Нина Горланова в Журнальном зале 2001-2003 — страница 21 из 92

И вскоре случилась нелепая, детская ссора. Почти из-за ничего, но Витя к ней отнесся так серьезно. Я унижалась, просила простить меня, ничего не срасталось, однако…

Когда я узнала, что он женился, шла полубезумная: жизнь-то кончена! Честно, так казалось.

Без сознания, без сознания,

Я, не зная куда, бреду,

Ноль внимания, ноль внимания

Все вокруг на мою беду…

(Бедная атеисточка — не знала тогда, что можно попросить у Него помощи? А как же не знала, если СВЕЧУ пообещала за поступление в вуз, а за счастье вот с Витей — не догадалась? А это значит, что состояться — поступить — значило для меня больше, чем взаимная любовь. Выходит, так.)

И не понимала, что это — благо для меня. Встречу другого, более мне подходящего мужа…

Через два-три года после того, как Витя женился, я пришла в гости к Смириным. Висит в рамке новый портрет на стене. И это — он! Я задохнулась от удивления:

— Откуда у вас это?

— Ну, вы же прекрасно знаете, откуда — вырезал из “Чукокколы” Осю и увеличил, — ответил Израиль Абрамович.

Значит, портрет — Мандельштама! Но как похож на “Скворушку” моего. Эх, знай я раньше… дети мои походили б на Осю. Но как там у него: “На дикую, чужую мне подменили кровь”? Вот и у меня так было с Витей — наркотическая зависимость. Нет, спасибо, больше не хочу.

Но через день встретила случайно его в городе — возле магазина “Цветы”, сразу первая мысль: “Не то платье. И туфли не те…”. До сих пор отказываюсь сниматься на TV: вдруг он увидит, как я выгляжу. Ужасно, ужасно. Истоптанная, надруганная фраза, но так: “Ужасно, ужасно”. Словно для него хотела бы выглядеть всегда наоборот.

Недавно позвонила подруга: сын “Скворушки” стал писателем — издал книжку. Даша моя, любящая “Филамур”, сразу:

— У тебя, мама, сын физик, а у него — сын писатель. Словно поменялись.

Весь пятый курс у меня депрессия (не могу жить после разрыва с Витей). К тому же мне не дали общежитие, возможно, комендант, укравший икону, не хотел меня видеть (а он — еще и шофер ректора, всемогущ). Я ночую то в Словарном кабинете на столе, то в редакции “Пермского университета” — на кипах старых газет. Моюсь у Шуры, пальто шью у Кати Соколовской.
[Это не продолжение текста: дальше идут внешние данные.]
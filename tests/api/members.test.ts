import { afterAll, beforeAll, beforeEach, describe, expect, it } from "vitest";
import { verifyActivity } from "../../src/server/activity/verify";
import { mintSignInLink, redeemSignInLink } from "../../src/server/auth/sign-in-links";
import { db } from "../../src/server/db/client";
import { listActivity } from "../../src/server/db/queries/activity";
import {
  findByEmail,
  findByIdentity,
  findUser,
  rolesOf,
  siteIdsOf,
} from "../../src/server/db/queries/people";
import { env } from "../../src/server/env";
import { installersOf } from "../../src/server/organisations/assignments";
import { as } from "../fixtures/api-client";
import { giveIdentity } from "../fixtures/identities";
import { newMember, newOrganisation, type SignedInMember } from "../fixtures/organisation";
import { newPlan, newSite } from "../fixtures/sites";
import { startTestApp, type TestApp } from "../support/test-app";

let app: TestApp;
let organisation: { id: string; name: string };
let admin: SignedInMember;

beforeAll(async () => {
  app = await startTestApp();
});
beforeEach(async () => {
  organisation = await newOrganisation(`Members Office ${crypto.randomUUID()}`);
  admin = await newMember(organisation, ["admin"]);
});
afterAll(() => app.close());

const members = "/api/organisation/members";
const remove = (who: SignedInMember, by = admin) => as(app, by)("delete", `${members}/${who.userId}`);
const isSignedIn = async (who: SignedInMember) => (await as(app, who)("get", "/account")).status === 200;

describe("removing a member", () => {
  it("ends sessions, roles, sites, identities and links at once, and leaves their work and name", async () => {
    const planner = await newMember(organisation, ["planner", "admin"]);
    const plan = await newPlan(planner);
    const subject = `gone.${crypto.randomUUID()}`;
    await giveIdentity(planner, subject);
    const { url } = await mintSignInLink(db(), planner.userId);
    const email = (await findUser(db(), planner.userId))?.email ?? "";

    expect((await remove(planner)).status).toBe(204);
    expect(await isSignedIn(planner)).toBe(false);
    expect(await rolesOf(db(), planner.userId)).toEqual([]);
    expect(await findByIdentity(db(), env().oidc.issuer, subject)).toEqual([]);
    expect(await findByEmail(db(), email)).toEqual([]);
    const token = new URL(url).searchParams.get("token") ?? "";
    expect(await redeemSignInLink(db(), token)).toEqual({ problem: "link-unusable" });
    const late = await mintSignInLink(db(), planner.userId);
    const lateToken = new URL(late.url).searchParams.get("token") ?? "";
    expect(await redeemSignInLink(db(), lateToken)).toEqual({ problem: "link-unusable" });
    expect(plan.createdBy).toBe(planner.userId);
    const line = (await listActivity(db(), organisation.id, 50)).find(
      ({ event }) => event === "plan.created",
    );
    expect(line?.actorName).toBe(planner.name);
    expect((await remove(planner)).status).toBe(404);
  });

  it("is not for oneself, and leaves an admin when two remove each other at the same time", async () => {
    expect((await remove(admin)).status).toBe(403);
    const second = await newMember(organisation, ["admin"]);
    const answers = await Promise.all([remove(second, admin), remove(admin, second)]);
    expect(answers.filter(({ status }) => status === 204)).toHaveLength(1);
  });
});

describe("erasing a former member", () => {
  it("overwrites name and address, and the activity log stays whole", async () => {
    const planner = await newMember(organisation, ["planner"]);
    await newPlan(planner);
    const erase = () => as(app, admin)("delete", `/api/organisation/former-members/${planner.userId}`);
    expect((await erase()).status).toBe(404);
    await remove(planner);
    expect((await erase()).status).toBe(204);
    const person = await findUser(db(), planner.userId);
    expect(person?.name).toBe("a former member");
    expect(person?.email).not.toContain("members.example");
    const lines = await listActivity(db(), organisation.id, 50);
    expect(JSON.stringify(lines)).not.toContain(planner.name);
    expect(lines.some(({ actorName }) => actorName === "a former member")).toBe(true);
    expect((await verifyActivity(organisation.id)).faults).toEqual([]);
    expect((await erase()).status).toBe(409);
  });
});

describe("an installer's sites", () => {
  it("are assigned from the person and from the site, and decide at once what is seen", async () => {
    const installer = await newMember(organisation, ["installer"]);
    const [one, two] = [await newSite(admin), await newSite(admin)];
    const sees = async (id: string) => (await as(app, installer)("get", `/sites/${id}`)).status;
    expect(await sees(one.id)).toBe(404);
    const assign = (siteIds: string[]) =>
      as(app, admin)("put", `${members}/${installer.userId}/sites`).send({ siteIds });
    expect((await assign([one.id, one.id])).body).toEqual({ siteIds: [one.id] });
    expect([await sees(one.id), await sees(two.id)]).toEqual([200, 404]);
    const staff = (userIds: string[]) =>
      as(app, admin)("put", `/api/sites/${two.id}/installers`).send({ userIds });
    expect((await staff([installer.userId])).status).toBe(200);
    expect((await siteIdsOf(db(), installer.userId)).sort()).toEqual([one.id, two.id].sort());
    expect(await installersOf(admin, two.id)).toMatchObject([{ userId: installer.userId, isAssigned: true }]);
    await staff([]);
    expect(await siteIdsOf(db(), installer.userId)).toEqual([one.id]);
    expect((await staff([admin.userId])).status).toBe(422);
    expect((await assign([crypto.randomUUID()])).status).toBe(422);
  });
});

describe("archiving", () => {
  it("needs the name, hides the site with its plans, and is undone by restoring", async () => {
    const planner = await newMember(organisation, ["planner"]);
    const plan = await newPlan(planner);
    const site = `/api/sites/${plan.siteId}`;
    const { body } = await as(app, admin)("patch", site).send({ place: "Harbour Road 6" });
    const archive = (name: string) => as(app, admin)("post", `${site}/archive`).send({ name });
    const wrong = await archive("Something else");
    expect([wrong.status, wrong.body.error.faults[0].path]).toEqual([422, "name"]);
    expect((await archive((body as { name: string }).name)).status).toBe(204);
    const seen = async () => (await as(app, planner)("get", `/plans/${plan.id}`)).status;
    expect(await seen()).toBe(404);
    const restore = () =>
      as(app, admin)("post", `/api/organisation/archive/sites/${plan.siteId}/restore`).send({});
    expect((await restore()).status).toBe(204);
    expect(await seen()).toBe(200);
    expect((await restore()).status).toBe(404);

    const one = `/api/plans/${plan.id}`;
    expect((await as(app, admin)("post", `${one}/archive`).send({ name: plan.name })).status).toBe(204);
    expect(await seen()).toBe(404);
    await as(app, admin)("post", `/api/organisation/archive/plans/${plan.id}/restore`).send({});
    expect(await seen()).toBe(200);
  });
});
Катю КОЛЛЕКТИВ звал: Катра. И вот она пускает меня на три дня, ангел мой! И я строчу, приметываю, глажу, снова строчу. Главная выгода от нового пальто та, что старым я могу укрываться, когда ночую в Словарном кабинете. Бедуинский образ жизни. Но молодость тем и хороша, что веришь: все в конце концов обойдется. Я бешено пишу доклады и езжу на конференции: то в Горький, то в Новосибирск. Снова три или даже четыре раза в Акчим. Потому что там всюду есть ночлег: простыни, подушка и одеяло! Научилась ценить простые радости.

Я еще пишу диплом, а уже говорю Вере: “Через два года защищаю кандидатскую, а еще через три — докторскую!”.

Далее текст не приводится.